Jumping immediately to a density plot also restricts me to your interpretation. The original data is lost. With a scatterplot, the raw data can be recovered from the plot, so i can do my own analysis should i be interested. This is common in meta-analyses that extract data from multiple published papers. If those original papers had used density plots instead of scatterplots, reanalysis will require direct access to the underlying data. Once the original author dies, or loses the data, all further use of the data is lost.
When overplotting, the usual compositing operator gives a final alpha of
1 - (1-alpha)^N
So your alpha = 1/5 overdrawn 5 times would give a final opacity of ~0.673. By its very nature, there is no alpha < 1 which when composited together a finite number of times gives alpha = 1.

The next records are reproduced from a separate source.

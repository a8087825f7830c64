//! What is wrong with an input of the tube: which, its value, and what would be right.

use crate::gas::Rule;
use crate::number::{Ball, Enclosure};
use core::fmt;

/// The inputs of this floor, by their trade names.
#[derive(Clone, Copy, Debug, PartialEq, Eq, Hash)]
#[cfg_attr(feature = "serde", derive(serde::Serialize))]
pub enum TubeInput {
    /// Length of the driven section, diaphragm to end wall.
    DrivenLength,
    /// Length of the driver section, diaphragm to its end wall.
    DriverLength,
    /// Inner diameter of the driven section.
    Diameter,
    /// Diameter of the seal on which the pressure acts.
    SealDiameter,
    /// Volume of the driver section.
    DriverVolume,
    /// Distance from the end wall.
    FromEndWall,
    /// Speed of the incident shock.
    IncidentShock,
    /// Speed u2 of the gas behind the incident shock.
    GasSpeed2,
    /// Sound speed a2.
    SoundSpeed2,
    /// Speed of the reflected shock in the laboratory.
    ReflectedShock,
    /// Sound speed a5.
    SoundSpeed5,
    /// Sound speed a4 of the driver fill.
    SoundSpeed4,
    /// γ4 − 1 of the driver gas.
    DriverHeatCapacityRatio,
    /// Speed of the wave that returns from the contact surface.
    ReturnedWave,
    /// Speed of the shock that the contact surface lets through.
    TransmittedShock,
    /// Sound speed behind the transmitted shock.
    SoundSpeedBehindTransmitted,
    /// Density of the driven fill.
    FillDensity,
    /// Pressure ratio p2/p1.
    PressureRatio,
    /// Density ratio ρ2/ρ1.
    DensityRatio,
    /// Viscosity.
    Viscosity,
    /// Mach number of the incident shock.
    Mach,
    /// Mach number of the wall layer in the frame of the reflected shock.
    WallLayerMach,
    /// Pressure ratio p5/p2.
    ReflectedOverIncidentPressure,
    /// Heat-capacity ratio of the driven gas, as an exact ratio of integers.
    HeatCapacityRatio,
    /// Absolute pressure on the end flange.
    LoadPressure,
    /// Absolute pressure of the driver fill.
    DriverPressure,
    /// Absolute pressure outside the tube.
    AmbientPressure,
    /// Rated pressure of a section.
    Rating,
    /// Upper end of the band of a pressure.
    UpperEnd,
}

impl TubeInput {
    /// The name in a sentence.
    pub const fn name(self) -> &'static str {
        match self {
            Self::DrivenLength => "length of the driven section",
            Self::DriverLength => "length of the driver section",
            Self::Diameter => "inner diameter",
            Self::SealDiameter => "seal diameter",
            Self::DriverVolume => "driver volume",
            Self::FromEndWall => "distance from the end wall",
            Self::IncidentShock => "speed of the incident shock",
            Self::GasSpeed2 => "gas speed u2",
            Self::SoundSpeed2 => "sound speed a2",
            Self::ReflectedShock => "speed of the reflected shock",
            Self::SoundSpeed5 => "sound speed a5",
            Self::SoundSpeed4 => "sound speed a4",
            Self::DriverHeatCapacityRatio => "γ4 − 1 of the driver gas",
            Self::ReturnedWave => "speed of the wave returned from the contact surface",
            Self::TransmittedShock => "speed of the transmitted shock",
            Self::SoundSpeedBehindTransmitted => "sound speed behind the transmitted shock",
            Self::FillDensity => "density of the driven fill",
            Self::PressureRatio => "pressure ratio p2/p1",
            Self::DensityRatio => "density ratio ρ2/ρ1",
            Self::Viscosity => "viscosity",
            Self::Mach => "Mach number",
            Self::WallLayerMach => "Mach number of the wall layer",
            Self::ReflectedOverIncidentPressure => "pressure ratio p5/p2",
            Self::HeatCapacityRatio => "heat-capacity ratio",
            Self::LoadPressure => "pressure on the end flange",
            Self::DriverPressure => "driver pressure",
            Self::AmbientPressure => "ambient pressure",
            Self::Rating => "rated pressure",
            Self::UpperEnd => "upper end of the pressure",
        }
    }

    /// The SI unit with a leading space, empty for a ratio.
    pub const fn unit(self) -> &'static str {
        match self {
            Self::DrivenLength | Self::DriverLength | Self::Diameter | Self::SealDiameter | Self::FromEndWall => " m",
            Self::DriverVolume => " m³",
            Self::FillDensity => " kg/m³",
            Self::Viscosity => " Pa s",
            Self::LoadPressure | Self::DriverPressure | Self::AmbientPressure | Self::Rating | Self::UpperEnd => " Pa",
            Self::PressureRatio
            | Self::DensityRatio
            | Self::DriverHeatCapacityRatio
            | Self::Mach
            | Self::WallLayerMach
            | Self::ReflectedOverIncidentPressure
            | Self::HeatCapacityRatio => "",
            _ => " m/s",
        }
    }

    /// The refusal of a value.
    pub(super) const fn refuse(self, value: f64, rule: Rule) -> TubeInputError {
        TubeInputError { input: self, value, rule }
    }

    /// Checks that a plain value is positive and finite.
    pub(super) fn positive(self, value: f64) -> Result<(), TubeInputError> {
        self.above(value, 0.0)
    }

    /// Checks that a plain value is finite and exceeds a limit.
    pub(super) fn above(self, value: f64, limit: f64) -> Result<(), TubeInputError> {
        if !value.is_finite() {
            return Err(self.refuse(value, Rule::Finite));
        }
        if value > limit { Ok(()) } else { Err(self.refuse(value, Rule::Above(limit))) }
    }

    /// Checks that a ball is certainly positive and inside the domain of every entry, 2^±200.
    pub(super) fn positive_ball(self, value: Ball) -> Result<(), TubeInputError> {
        let bounds = value.enclosure();
        if !bounds.is_proven() {
            return Err(self.refuse(value.nearest(), Rule::Finite));
        }
        if bounds.low() <= 0.0 {
            return Err(self.refuse(value.nearest(), Rule::Above(0.0)));
        }
        if Enclosure::ordered(Ball::SMALLEST_ENTRY, Ball::LARGEST_ENTRY).encloses(bounds) {
            Ok(())
        } else {
            Err(self.refuse(value.nearest(), Rule::Between(Ball::SMALLEST_ENTRY, Ball::LARGEST_ENTRY)))
        }
    }
}

/// A refused input of the tube.
#[derive(Clone, Copy, Debug, PartialEq)]
#[cfg_attr(feature = "serde", derive(serde::Serialize))]
pub struct TubeInputError {
    /// Which input.
    pub input: TubeInput,
    /// Its value in SI units (the double nearest the middle).
    pub value: f64,
    /// What would be right.
    pub rule: Rule,
}

impl fmt::Display for TubeInputError {
    /// One sentence with the input, its value and the remedy.
    fn fmt(&self, f: &mut fmt::Formatter<'_>) -> fmt::Result {
        let (name, value, unit) = (self.input.name(), self.value, self.input.unit());
        match self.rule {
            Rule::Above(limit) => write!(f, "{name} {value}{unit} must be greater than {limit}{unit}"),
            Rule::Below(limit) => write!(f, "{name} {value}{unit} must be less than {limit}{unit}"),
            Rule::Between(low, high) => write!(f, "{name} {value}{unit} must lie between {low}{unit} and {high}{unit}"),
            Rule::Digits => write!(f, "{name} {value}{unit} is no exact ratio of integers below 2⁵³: give it as one"),
            // No other rule is used here.
            _ => write!(f, "{name} {value}{unit} is not a finite number"),
        }
    }
}

impl core::error::Error for TubeInputError {}

#[cfg(test)]
mod tests {
    extern crate std;
    use super::*;
    use std::string::ToString;

    #[test]
    fn a_refusal_names_input_value_and_remedy() {
        let error = TubeInput::DrivenLength.positive(-2.0).unwrap_err();
        assert_eq!(error.to_string(), "length of the driven section -2 m must be greater than 0 m");
        let error = TubeInput::Rating.positive(f64::NAN).unwrap_err();
        assert_eq!(error.to_string(), "rated pressure NaN Pa is not a finite number");
        let error = TubeInput::PressureRatio.positive_ball(Ball::from(1e200)).unwrap_err();
        assert!(matches!(error.rule, Rule::Between(..)), "{error}");
    }
}
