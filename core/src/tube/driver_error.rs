//! Why a driver has no answer.

use crate::gas::{InputError, Rule};
use crate::shock::ThermalError;
use core::fmt;

/// The inputs of a driver, by their trade names.
#[derive(Clone, Copy, Debug, PartialEq, Eq, Hash)]
#[cfg_attr(feature = "serde", derive(serde::Serialize))]
pub enum DriverInput {
    /// Driver temperature T4, K.
    Temperature,
    /// Area of the driver over that of the driven tube, A4/A1.
    AreaRatio,
    /// Driver pressure p4, Pa.
    Pressure,
    /// Measured over ideal Mach number.
    Efficiency,
    /// Standard uncertainty of that.
    EfficiencyUncertainty,
}

impl DriverInput {
    /// The name in a sentence.
    pub const fn name(self) -> &'static str {
        match self {
            Self::Temperature => "driver temperature",
            Self::AreaRatio => "driver area over driven area",
            Self::Pressure => "driver pressure",
            Self::Efficiency => "measured over ideal Mach number",
            Self::EfficiencyUncertainty => "standard uncertainty of the measured over ideal Mach number",
        }
    }

    /// The SI unit, empty for a ratio.
    pub const fn unit(self) -> &'static str {
        match self {
            Self::Temperature => " K",
            Self::Pressure => " Pa",
            Self::AreaRatio | Self::Efficiency | Self::EfficiencyUncertainty => "",
        }
    }
}

/// Which part of a proof failed.
#[derive(Clone, Copy, Debug, PartialEq, Eq, Hash)]
#[cfg_attr(feature = "serde", derive(serde::Serialize))]
pub enum Unproven {
    /// Whether the flow through the change of area is sonic: it is so to all digits of the inputs.
    Choking,
    /// The state at the change of area.
    AreaChange,
    /// The Mach number of the shock: too weak for the digits of the inputs, or a tolerance too wide.
    Mach,
    /// That no other blend is tailored.
    OnlyTailoredBlend,
    /// The common pressure at the contact surface.
    ContactPressure,
}

/// Why there is no answer.
#[derive(Clone, Copy, Debug, PartialEq)]
#[cfg_attr(feature = "serde", derive(serde::Serialize))]
pub enum DriverError {
    /// An input of the test gas, of the shock into it or of a gas was refused.
    Gas(InputError),
    /// The shock into a thermally perfect gas has no answer.
    Shock(ThermalError),
    /// An input of the driver was refused.
    Driver {
        /// Which.
        input: DriverInput,
        /// Its value in SI units (the nearest double, or the middle of a tolerance).
        value: f64,
        /// What would be right.
        rule: Rule,
    },
    /// The test gas behind the shock is as fast as this driver gas becomes when it expands to vacuum, or faster: no driver pressure is enough.
    TooFast {
        /// u2, m/s.
        gas_speed: f64,
        /// What this driver reaches at infinite pressure, 2a4/(γ4 − 1) for equal areas, m/s.
        limit: f64,
        /// The Mach number that this driver reaches in this test gas at infinite pressure; `None` where the data of the test gas end before.
        greatest_mach: Option<f64>,
    },
    /// The driver gas would expand below the temperature at which its data begin; its heat capacity is not extrapolated.
    ExpandsBeyondData {
        /// Where the data begin, K.
        coldest: f64,
        /// u2, m/s.
        gas_speed: f64,
        /// The speed of the driver gas at the lowest temperature of its data, m/s.
        limit: f64,
        /// The Mach number of that speed in this test gas; `None` where the data of the test gas end before.
        greatest_mach: Option<f64>,
    },
    /// The driver pressure is beyond 2²⁰⁰ Pa: the shock is close to the limit of this driver.
    PressureBeyondRange {
        /// log10(p4/Pa).
        decimal_logarithm: f64,
        /// The Mach number that this driver reaches in this test gas at infinite pressure; `None` where the data of the test gas end before.
        greatest_mach: Option<f64>,
    },
    /// The driver gas is too slow, relative to the test gas, for any tailored Mach number: a4/a1 must exceed γ4/γ1.
    NeverTailored {
        /// a4/a1.
        sound_speed_ratio: f64,
        /// γ4/γ1.
        limit: f64,
    },
    /// No blend of the two driver gases is tailored: both alone return the same kind of wave, a shock where the numbers are positive, else an expansion.
    NoTailoredBlend {
        /// What remains of the condition for the first gas alone, m/s.
        first: f64,
        /// For the second gas alone, m/s.
        second: f64,
    },
    /// The heat capacity of the driver gas must be constant for this: a change of area, a wave diagram.
    ConstantOnly,
    /// A part of the proof failed.
    NotProven(Unproven),
}

/// The greatest Mach number as a clause.
struct Greatest(Option<f64>);

impl fmt::Display for Greatest {
    fn fmt(&self, f: &mut fmt::Formatter<'_>) -> fmt::Result {
        match self.0 {
            Some(mach) => write!(f, "this driver reaches Mach {mach:.4} in this test gas at most, at infinite pressure"),
            None => write!(f, "this driver has a limit beyond the data of the test gas"),
        }
    }
}

impl fmt::Display for Unproven {
    fn fmt(&self, f: &mut fmt::Formatter<'_>) -> fmt::Result {
        f.write_str(match self {
            Self::Choking => {
                "whether the flow through the change of area is sonic is not proven: change the Mach number in its last digits"
            }
            Self::AreaChange => "the flow through the change of area is not proven: narrow the tolerances, or keep the area ratio off 1",
            Self::Mach => "the Mach number is not proven: the shock is too weak, or a tolerance too wide",
            Self::OnlyTailoredBlend => "that only one blend is tailored is not proven for these gases",
            Self::ContactPressure => "the pressure at the contact surface is not proven: narrow the tolerances",
        })
    }
}

impl fmt::Display for DriverError {
    fn fmt(&self, f: &mut fmt::Formatter<'_>) -> fmt::Result {
        match self {
            Self::Gas(error) => error.fmt(f),
            Self::Shock(error) => error.fmt(f),
            Self::Driver { input, value, rule } => {
                let (name, unit) = (input.name(), input.unit());
                write!(f, "{name} {value}{unit} ")?;
                match rule {
                    Rule::Above(limit) => write!(f, "must be greater than {limit}{unit}"),
                    Rule::Below(limit) => write!(f, "must be less than {limit}{unit}"),
                    Rule::Between(low, high) => write!(f, "must lie between {low}{unit} and {high}{unit}"),
                    Rule::Exact => write!(f, "must be exact: a tolerance is not taken here"),
                    _ => write!(f, "is not a finite number"),
                }
            }
            Self::TooFast { gas_speed, limit, greatest_mach } => {
                let greatest = Greatest(*greatest_mach);
                write!(
                    f,
                    "the gas behind the shock moves at {gas_speed:.1} m/s, and the driver gas reaches {limit:.1} m/s when it expands to vacuum: {greatest}"
                )
            }
            Self::ExpandsBeyondData { coldest, gas_speed, limit, greatest_mach } => {
                write!(
                    f,
                    "the gas behind the shock moves at {gas_speed:.1} m/s, and the driver gas, whose heat capacity is known down to {coldest} K, reaches {limit:.1} m/s there"
                )?;
                match greatest_mach {
                    Some(mach) => write!(f, ": Mach {mach:.4} in this test gas; with constant heat capacity there is no such end"),
                    None => Ok(()),
                }
            }
            Self::PressureBeyondRange { decimal_logarithm, greatest_mach } => {
                let greatest = Greatest(*greatest_mach);
                write!(f, "the driver pressure would be 10^{decimal_logarithm:.1} Pa: {greatest}")
            }
            Self::NeverTailored { sound_speed_ratio, limit } => write!(
                f,
                "no Mach number is tailored: the sound speed of the driver gas over that of the test gas, {sound_speed_ratio:.4}, must be greater than the ratio of their heat-capacity ratios, {limit:.4}"
            ),
            Self::NoTailoredBlend { first, .. } => {
                let (wave, remedy) =
                    if *first > 0.0 { ("a shock", "a lighter gas is needed") } else { ("an expansion", "a heavier gas is needed") };
                write!(f, "no blend of these driver gases is tailored for this shock: each of them alone returns {wave}; {remedy}")
            }
            Self::ConstantOnly => {
                write!(f, "a change of area and the wave diagram are computed for a driver gas of constant heat capacity only")
            }
            Self::NotProven(part) => part.fmt(f),
        }
    }
}

impl core::error::Error for DriverError {}

impl From<InputError> for DriverError {
    fn from(error: InputError) -> Self {
        Self::Gas(error)
    }
}

impl From<ThermalError> for DriverError {
    fn from(error: ThermalError) -> Self {
        match error {
            ThermalError::Input(error) => Self::Gas(error),
            other => Self::Shock(other),
        }
    }
}

impl From<Unproven> for DriverError {
    fn from(part: Unproven) -> Self {
        Self::NotProven(part)
    }
}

Always explore you data first and than use the visualization that best transports your intended message. (Yes there should be one, why else are you making a graphic?)
In 2008, it looks like a blob (no real trend). In 2009, some teachers obviously learn how to do well in VAM (excelling at both math and english "teaching"), and others don't. I guess that some teachers learnt what it takes to get good VAM scores.
Long, UK specific, but possibly of interest to those with school age children in educational systems using these metrics.
PS: most of the data I plot on scatter plots has low density and high variability so little stacking.
I used to like the concept of density plots, but more and more I feel that they can be misleading. Plot your actual data if you can; use summarizing models as a fallback and a second step.
This would preserve the outlier flagging of a scatter plot while alleviating its risk of obfuscation via density. Plus, one need not worry about picking an appropriate bin width any longer.